Activity - All of the data is to be copied without a single change.

Data provided -

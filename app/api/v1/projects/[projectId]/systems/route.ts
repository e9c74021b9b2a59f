import { createSystem, respond } from "@/lib/server/design";
import { defineRoute } from "@/lib/server/route";
import { DESIGN } from "@/lib/validation/design";

/** A new air system (fan or air handler) in the project. */
export const POST = defineRoute({ body: DESIGN.system, project: { param: "projectId", action: "design.edit" } }, async ({ access, user, body }) =>
  respond(await createSystem(user, access!.project, body)),
);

Your response -
filename app/api/v1/projects/[projectId]/systems/route.ts
repository e9c74021b9b2a59f
import { createSystem, respond } from "@/lib/server/design";
import { defineRoute } from "@/lib/server/route";
import { DESIGN } from "@/lib/validation/design";

/** A new air system (fan or air handler) in the project. */
export const POST = defineRoute({ body: DESIGN.system, project: { param: "projectId", action: "design.edit" } }, async ({ access, user, body }) =>
  respond(await createSystem(user, access!.project, body)),
);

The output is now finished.